In Paramount Pictures’ The Naked Gun, Frank Drebin Jr. (Liam Neeson) tries to live up to his father’s legacy by leading Los Angeles’ Police Squad, which is at risk of being shut down. Pamela Anderson stars as the elegant and mysterious Beth Davenport, whose brother is the focus of Drebin’s investigation. Directed by Akiva Schaffer, the film also stars Paul Walter Hauser, CCH Pounder, Kevin Durand, Cody Rhodes, Liza Koshy, Eddie Yu and with Danny Huston.
According to Schaffer (pictured), whose credits include Chip ‘n Dale: Rescue Rangers, as well as numerous
SNL shorts, the film was shot over 40-plus days. Brandon Trost served as director of photography, continuing his long-time collaboration with the director, which dates back to 2010’s MacGruber. Schaffer says he referenced early Tony Scott films, such as
Top Gun and
Beverly Hills Cop II, for their sunbaked LA feel, and the James Bond catalog for its film aesthetics.
“Tomorrow Never Dies hits this real sweet spot, where it looks like a modern movie,” he says of its inspiration. “It takes this leap forward, but it’s still very much shot on film and nostalgic. It looks epic and big! And so that was the one where I was like, ‘That’s the look!’ I pulled a bunch of screen grabs from that. And then, in terms of more modern movies that were shot on film that look amazing —
Casino Royale and
Mission Impossible: Fallout — those were...where I was trying to aim.”

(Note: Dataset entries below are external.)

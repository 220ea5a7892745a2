// The realtime server refuses signed-out, outsider and foreign-origin connections, refuses writes by roles the
// permission table does not allow, and answers malformed payloads with errors without falling over.
import { randomUUID } from "node:crypto";
import { and, eq } from "drizzle-orm";
import { describe, expect, it } from "vitest";
import WebSocket from "ws";
import { comments, memberships } from "@/db/schema";
import { getDb } from "../support/db";
import { createFixtureUser } from "../support/fixtures";
import { sessionCookie } from "../support/session";
import { connectClient, nextEvent, realtimeClient, request } from "../support/realtime";
import { realtimeProjectSuite } from "../support/realtime-suite";
import type { PresentedPin } from "@/lib/realtime/events";

const rt = realtimeProjectSuite("rt-access");
const { sockets: open, signedIn } = rt;

const pinInput = () => ({ id: randomUUID(), anchor: { kind: "member", id: "TC-12" }, revisionId: null, title: "Duct crossing", discipline: "mep" });

describe("realtime handshake", () => {
  it("refuses a socket without a session", async () => {
    const socket = await realtimeClient(rt.server.url, rt.project.projectId);
    await expect(connectClient(socket)).rejects.toThrow("Sign in to continue.");
  });

  it("refuses a signed-in person who is not on the project", async () => {
    const socket = await realtimeClient(rt.server.url, rt.project.projectId, rt.project.users.outsider);
    await expect(connectClient(socket)).rejects.toThrow("not on its team");
  });

  it("refuses a malformed project id", async () => {
    const socket = await realtimeClient(rt.server.url, "not-a-project", rt.project.users.owner);
    await expect(connectClient(socket)).rejects.toThrow("A project id is required.");
  });

  it("refuses a browser from another site", async () => {
    const socket = await realtimeClient(rt.server.url, rt.project.projectId, rt.project.users.owner, { origin: "http://evil.example" });
    await expect(connectClient(socket)).rejects.toThrow();
  });

  it("refuses a Yjs connection from an outsider and closes upgrades to unknown paths", async () => {
    const cookie = await sessionCookie(rt.project.users.outsider);
    const refusedStatus = (path: string) =>
      new Promise<number>((resolve) => {
        const ws = new WebSocket(rt.server.url.replace(/^http/, "ws") + path, { headers: { cookie } });
        ws.on("unexpected-response", (_request, response) => resolve(response.statusCode ?? 0));
        ws.on("open", () => resolve(101));
      });
    expect(await refusedStatus(`/yjs/${rt.project.projectId}`)).toBe(404);
    expect(await refusedStatus("/elsewhere")).toBe(404);
  });

  it("welcomes a member with their role and the abilities the server computed", async () => {
    const socket = await realtimeClient(rt.server.url, rt.project.projectId, rt.project.users.viewer);
    open.push(socket);
    const welcome = await connectClient(socket);
    expect(welcome.user).toMatchObject({ id: rt.project.users.viewer.id, role: "viewer" });
    expect(welcome.abilities["pin.create"]).toBe(false);
    expect(welcome.abilities["project.read"]).toBe(true);
  });
});

describe("writes by role", () => {
  it("refuses a pin and a comment from a viewer, and stores nothing", async () => {
    const viewer = await signedIn("viewer");
    const pin = pinInput();
    const refused = await request<PresentedPin>(viewer, "pin:create", pin);
    expect(refused).toEqual({ ok: false, error: "Your role on this project does not allow this." });

    const architect = await signedIn("architect");
    const stored = await request<PresentedPin>(architect, "pin:create", pinInput());
    expect(stored.ok).toBe(true);
    const pinId = stored.ok ? stored.data.id : "";
    const comment = await request(viewer, "comment:create", { id: randomUUID(), pinId, body: "Looks fine to me" });
    expect(comment.ok).toBe(false);
    const catchUp = await request<{ pins: PresentedPin[] }>(viewer, "sync:since", { since: new Date(0).toISOString() });
    expect(catchUp.ok && catchUp.data.pins.map((p) => p.id)).toEqual([pinId]);
  });

  it("refuses a comment over the open socket of a member removed a second ago, and stores nothing", async () => {
    // The socket handler leaves the role check to the command (the membership read in its transaction): this is
    // the case that would slip through if neither asked.
    const leaver = await createFixtureUser("rt-access-leaver");
    await getDb().insert(memberships).values({ projectId: rt.project.projectId, userId: leaver.id, role: "architect" });
    const socket = await realtimeClient(rt.server.url, rt.project.projectId, leaver);
    open.push(socket);
    await connectClient(socket);
    const architect = await signedIn("architect");
    const pin = await request<PresentedPin>(architect, "pin:create", pinInput());
    const pinId = pin.ok ? pin.data.id : "";
    await getDb().delete(memberships).where(and(eq(memberships.projectId, rt.project.projectId), eq(memberships.userId, leaver.id)));
    const id = randomUUID();
    expect(await request(socket, "comment:create", { id, pinId, body: "Written after I left" })).toEqual({ ok: false, error: "Your role on this project does not allow this." });
    expect(await getDb().select().from(comments).where(eq(comments.id, id))).toEqual([]);
  });

  it("lets only the structural engineer record a decision", async () => {
    const architect = await signedIn("architect");
    const structural = await signedIn("structural_engineer");
    const pin = await request<PresentedPin>(architect, "pin:create", pinInput());
    const pinId = pin.ok ? pin.data.id : "";
    const byArchitect = await request(architect, "comment:create", { id: randomUUID(), pinId, body: "Opening accepted", kind: "decision" });
    expect(byArchitect).toEqual({ ok: false, error: "Only the structural engineer records decisions." });
    // Nothing proposed yet: deciding now would be the engineer accepting their own opening.
    const unproposed = await request(structural, "comment:create", { id: randomUUID(), pinId, body: "Opening accepted", kind: "decision" });
    expect(unproposed).toEqual({ ok: false, error: "Nothing is proposed on this thread: a decision answers someone else's proposal (proposer and decider are two people)." });
    expect(await request(architect, "comment:create", { id: randomUUID(), pinId, body: "A 200 mm opening for the duct", kind: "proposal" })).toMatchObject({ ok: true });
    const byEngineer = await request(structural, "comment:create", { id: randomUUID(), pinId, body: "Opening accepted with conditions", kind: "decision" });
    expect(byEngineer).toMatchObject({ ok: true, data: { kind: "decision", author: { id: rt.project.users.structural_engineer.id } } });
  });

  it("lets the pin's author and the engineer close a thread, but not another architect-level member", async () => {
    const architect = await signedIn("architect");
    const mep = await signedIn("mep_engineer");
    const pin = await request<PresentedPin>(architect, "pin:create", pinInput());
    const pinId = pin.ok ? pin.data.id : "";
    expect(await request(mep, "pin:set-state", { pinId, state: "closed" })).toMatchObject({ ok: false });
    expect(await request(mep, "pin:set-state", { pinId, state: "answered" })).toMatchObject({ ok: true, data: { state: "answered" } });
    expect(await request(architect, "pin:set-state", { pinId, state: "closed" })).toMatchObject({ ok: true, data: { state: "closed" } });
    expect(await request(mep, "pin:set-state", { pinId, state: "open" })).toMatchObject({ ok: false });
  });

  it("refuses session control to an architect", async () => {
    const architect = await signedIn("architect");
    expect(await request(architect, "session:start", {})).toMatchObject({ ok: false, error: "Your role on this project does not allow this." });
  });
});

describe("malformed payloads", () => {
  it("answers with the zod issues and keeps serving", async () => {
    const architect = await signedIn("architect");
    const bad = await request(architect, "pin:create", { id: "nope", anchor: { kind: "beam" }, title: "" });
    expect(bad.ok).toBe(false);
    if (!bad.ok) expect(bad.issues?.map((issue) => issue.path)).toEqual(expect.arrayContaining(["id", "anchor.kind", "title", "discipline"]));
    for (const payload of [null, 42, "text", [], { pinId: randomUUID(), body: "x".repeat(20_000), id: randomUUID() }]) {
      expect((await request(architect, "comment:create", payload)).ok).toBe(false);
    }
    const good = await request<PresentedPin>(architect, "pin:create", pinInput());
    expect(good.ok).toBe(true);
    // A thread step's hostile fields: each answered with the field at fault, nothing stored.
    const pinId = good.ok ? good.data.id : "";
    const step = (extra: object) => request(architect, "comment:create", { id: randomUUID(), pinId, body: "A 200 mm opening", ...extra });
    const fieldAtFault = async (extra: object) => {
      const answer = await step(extra);
      return answer.ok ? "stored" : answer.issues?.map((issue) => issue.path);
    };
    expect(await fieldAtFault({ kind: "decision", conditions: "x".repeat(4001) })).toEqual(["conditions"]);
    expect(await fieldAtFault({ kind: "proposal", conditions: "Sleeved." })).toEqual(["conditions"]);
    expect(await fieldAtFault({ kind: "__proto__" })).toEqual(["kind"]);
    expect(await fieldAtFault({ kind: "decision", conditions: "Sleeved\u0000" })).toEqual(["conditions"]);
    expect(await fieldAtFault({ kind: "proposal", body: "\ud800" })).toEqual(["body"]);
    const thread = await getDb().select({ id: comments.id }).from(comments).where(eq(comments.pinId, pinId));
    expect(thread).toEqual([]);
  });

  it("sends a realtime:error event when the sender gave no acknowledgement", async () => {
    const architect = await signedIn("architect");
    const error = nextEvent(architect, "realtime:error");
    architect.emit("cursor:move", { point: [0, "y", 0], seq: -1 });
    expect(await error).toMatchObject({ event: "cursor:move", error: "The message was not understood." });
  });
});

The project was shot using Arri’s large format Alexa cameras and '90s-era Panavision anamorphic lenses.
“I really wanted to shoot in LA, as it’s an LA movie, but, what’s been so much of the conversation recently (is) about how the incentives are so hard to get,” the director reveals. “We basically went to Atlanta, shot all the interiors and every exterior we could get away with. And then we came back to LA and shot some in LA as well.”

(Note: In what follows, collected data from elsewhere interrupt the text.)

// The review report and CSV exports through their route handlers, from data stored in PostgreSQL: a revision with
// its analysis, a decided clash, an open pin. The PDF is read back with poppler's pdfinfo and pdftotext; the CSVs
// with papaparse, compared with the result stored in analysis_runs.
import { execFileSync } from "node:child_process";
import { mkdtempSync, rmSync, writeFileSync } from "node:fs";
import { tmpdir } from "node:os";
import path from "node:path";
import { randomUUID } from "node:crypto";
import { eq } from "drizzle-orm";
import Papa from "papaparse";
import { afterAll, beforeAll, describe, expect, it } from "vitest";
import { GET as report } from "@/app/api/projects/[projectId]/report/route";
import { GET as memberForces } from "@/app/api/projects/[projectId]/exports/member-forces.csv/route";
import { GET as envelope } from "@/app/api/projects/[projectId]/exports/envelope.csv/route";
import { roundForce } from "@/lib/report/csv";
import { createRevisionWithAnalysis } from "@/lib/commands/create-analysed-revision";
import { analysisRuns, clashes, pins, projects } from "@/db/schema";
import { analyzeModel } from "@/lib/analysis/analyze";
import type { AnalysisResult } from "@/lib/analysis/analyze";
import { STANDING_CAUTION } from "@/lib/review/caution";
import { TRIPOD } from "@/tests/support/fixtures/report";
import { closeDb, getDb, requireIntegrationEnv } from "../support/db";
import { createProjectFixture, type FixtureUser, type ProjectFixture } from "../support/fixtures";
import { buildRequest, routeContext } from "../support/session";

let fx: ProjectFixture;
let projectName: string;
let stored: AnalysisResult;
const work = mkdtempSync(path.join(tmpdir(), "strutroom-report-api-"));
const ctx = () => routeContext({ projectId: fx.projectId });

const req = (url: string, user?: FixtureUser) => buildRequest(url, { user });

beforeAll(async () => {
  requireIntegrationEnv();
  fx = await createProjectFixture("report-api");
  const revision = await createRevisionWithAnalysis({ projectId: fx.projectId, name: "Lantern added", model: TRIPOD, source: "uploaded", createdBy: fx.users.structural_engineer.id, result: analyzeModel(TRIPOD), review: null });
  const [run] = await getDb().select().from(analysisRuns).where(eq(analysisRuns.revisionId, revision.id));
  stored = run.result;
  const [project] = await getDb().select().from(projects).where(eq(projects.id, fx.projectId));
  projectName = project.name;
  await getDb().insert(clashes).values({
    projectId: fx.projectId, revisionId: revision.id, clashKey: "c-5e1d", memberId: "AB", runId: "SA-01", segmentIndex: 0, kind: "hard",
    gap: -0.02, depth: 0.02, requiredClearance: 0.05, pointX: 0.25, pointY: 0.43, pointZ: 0,
    outcome: "opening_accepted", conditions: "Sleeve 100 mm at mid-length", proposedBy: fx.users.mep_engineer.id, decidedBy: fx.users.structural_engineer.id, decidedAt: new Date("2026-03-03T10:00:00Z"),
  });
  await getDb().insert(pins).values({ id: randomUUID(), projectId: fx.projectId, anchorKind: "member", anchorId: "AD", title: "Can the lantern ring drop 200 mm?", discipline: "architectural", authorId: fx.users.architect.id });
});
afterAll(async () => {
  rmSync(work, { recursive: true, force: true });
  await closeDb();
});

describe("GET /api/projects/[projectId]/report", () => {
  it("answers 401 signed out, 404 to outsiders, 400 for unknown results", async () => {
    expect((await report(await req(`/api/projects/${fx.projectId}/report`), ctx())).status).toBe(401);
    expect((await report(await req(`/api/projects/${fx.projectId}/report`, fx.users.outsider), ctx())).status).toBe(404);
    const bad = await report(await req(`/api/projects/${fx.projectId}/report?combinations=ULS-1,NOPE&compare=ULS-1`, fx.users.viewer), ctx());
    expect(bad.status).toBe(400);
    expect((await bad.json()).issues.map((i: { path: string }) => i.path)).toEqual(["compare"]);
    const unknown = await report(await req(`/api/projects/${fx.projectId}/report?combinations=ULS-1,NOPE`, fx.users.viewer), ctx());
    expect(unknown.status).toBe(400);
    expect((await unknown.json()).error).toContain("NOPE");
    expect((await report(await req(`/api/projects/${fx.projectId}/report?revision=9`, fx.users.viewer), ctx())).status).toBe(404);
  });

  it("gives any member a PDF with the caution on every page, the decided clash and the open question", async () => {
    const response = await report(await req(`/api/projects/${fx.projectId}/report?revision=1&combinations=ULS-1,ULS-3&compare=ULS-1,ULS-3`, fx.users.viewer), ctx());
    expect(response.status).toBe(200);
    expect(response.headers.get("content-type")).toBe("application/pdf");
    const file = path.join(work, "report.pdf");
    writeFileSync(file, Buffer.from(await response.arrayBuffer()));
    const pages = Number(/^Pages:\s+(\d+)/m.exec(execFileSync("pdfinfo", [file]).toString())?.[1]);
    const text = execFileSync("pdftotext", ["-raw", file, "-"]).toString().split("\f").slice(0, pages).map((p) => p.replace(/\s+/g, " "));
    expect(pages).toBe(5);
    text.forEach((page, k) => expect(page, `page ${k + 1}`).toContain(STANDING_CAUTION));
    expect(text[0]).toContain(projectName);
    expect(text[0]).toContain("Revision 1: Lantern added");
    const all = text.join("\n");
    expect(all).toContain("Member forces: Permanent only 1.35G (ULS-1)");
    expect(all).toContain("Member forces: Uplift 1.0G + 1.5W (ULS-3)");
    // Table cells wrap long fixture names, so compare without white space.
    expect(all.replace(/\s/g, "")).toContain(`decidedby${fx.users.structural_engineer.name}on2026-03-03`.replace(/\s/g, ""));
    expect(all).toContain("Can the lantern ring drop 200 mm?");
  });
});

describe("CSV exports", () => {
  it("member forces of one result: the stored values, one row per member", async () => {
    const response = await memberForces(await req(`/api/projects/${fx.projectId}/exports/member-forces.csv?result=ULS-3`, fx.users.architect), ctx());
    expect(response.status).toBe(200);
    expect(response.headers.get("content-type")).toContain("text/csv");
    const { data, meta } = Papa.parse<Record<string, string>>(await response.text(), { header: true, skipEmptyLines: true });
    expect(meta.fields).toEqual(["member", "node_i", "node_j", "section", "result", "axial_force_kN", "state"]);
    expect(data).toHaveLength(TRIPOD.members.length);
    for (const row of data) expect(Number(row.axial_force_kN)).toBe(roundForce(stored.results["ULS-3"].memberForces[row.member]));
    expect(data.find((row) => row.member === "AD")?.state).toBe("tension");
    expect((await memberForces(await req(`/api/projects/${fx.projectId}/exports/member-forces.csv?result=X`, fx.users.architect), ctx())).status).toBe(400);
    expect((await memberForces(await req(`/api/projects/${fx.projectId}/exports/member-forces.csv?result=ULS-3`), ctx())).status).toBe(401);
  });

  it("envelope: the stored extremes per member", async () => {
    const response = await envelope(await req(`/api/projects/${fx.projectId}/exports/envelope.csv`, fx.users.mep_engineer), ctx());
    expect(response.status).toBe(200);
    const { data } = Papa.parse<Record<string, string>>(await response.text(), { header: true, skipEmptyLines: true });
    for (const row of data) {
      expect(Number(row.max_tension_kN)).toBe(roundForce(stored.envelope[row.member].maxTension));
      expect(Number(row.max_compression_kN)).toBe(roundForce(stored.envelope[row.member].maxCompression));
      expect(row.zero_in_all).toBe(String(stored.envelope[row.member].zeroInAll));
    }
    expect((await envelope(await req(`/api/projects/${fx.projectId}/exports/envelope.csv`, fx.users.outsider), ctx())).status).toBe(404);
  });
});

The film’s edit enhances the many comedic lines, with well-timed cuts, sound effects and music cues amping up the humor. Schaffer once again teamed with editor Brian Scott Olds, who cut Chip ‘n Dale: Rescue Rangers, for this film. Olds worked out of rented space and the Paramount lot, cutting on an Avid. During production, he’d quickly assemble cuts for Schaffer to view after shooting, and then once production wrapped, the two spent considerable time together, with Schaffer often cutting scenes together in Adobe Premiere and sharing them with Olds as a way to visualize how he saw a scene coming together.
“I am involved from frame one,” says Schaffer of the editing process. “When I worked at Saturday Night Live, we made all these shorts, and I edited — along with Jorma (Taccone) — every one of them. We never used an editor, and we made over a hundred shorts. I’m very well versed in editing myself.”
In collaborating with Olds, Schaffer says his way of putting together rough cuts helps speed the process, “as opposed to slowing him down and sitting there, nitpicking each thing…[Brian’s] still the only one that edits the movie, ever! I never touch the movie. I have a Premiere (edit) in the other room with dailies. I’m almost using Premiere as just a way to watch dailies fast and make selects, as opposed to going back into Pix or sitting with an assistant at another Avid...It’s not polished. Then it’s going in there and he’s going, ‘Okay, I got it,’ and adding music and making it into a movie.”
Ashley Bettini, who served as visual effects supervisor and producer, put together a small team of in-house effects artists to handle some of the lighter work, with studios such as Outpost handling larger needs.
“I tried to do everything practical, as much as possible, because it’s just funnier when you know we really ripped that wall out before all the prisoners come running out, or we really had a puppet of the snowman,” Schaffer reveals.
Beyond the jail break and snowman (created by The Jim Henson Company), other in-camera effects include the giant claw that fishes an overturned car out of a lake, much like an arcade game. The film’s most challenging scene mixed practical and digital effects. It’s set in what looks to be a hospital, where an interrogation is taking place. The four walls collapse, revealing that the Police Squad are actually in an office, only to have the walls collapse again, revealing a virtual setting.
“The hospital room — it was our biggest, most-expensive build on the whole movie,” Schaffer shares. “They had to build an entire hospital that could have the walls fall down, like Mission Impossible. But then, the room that surrounds them had to be huge enough that those walls can fall without hitting a second round of walls…And then the third is a visual effects, because it was a hologram wall.”
The Naked Gun opened in theaters on August 1st.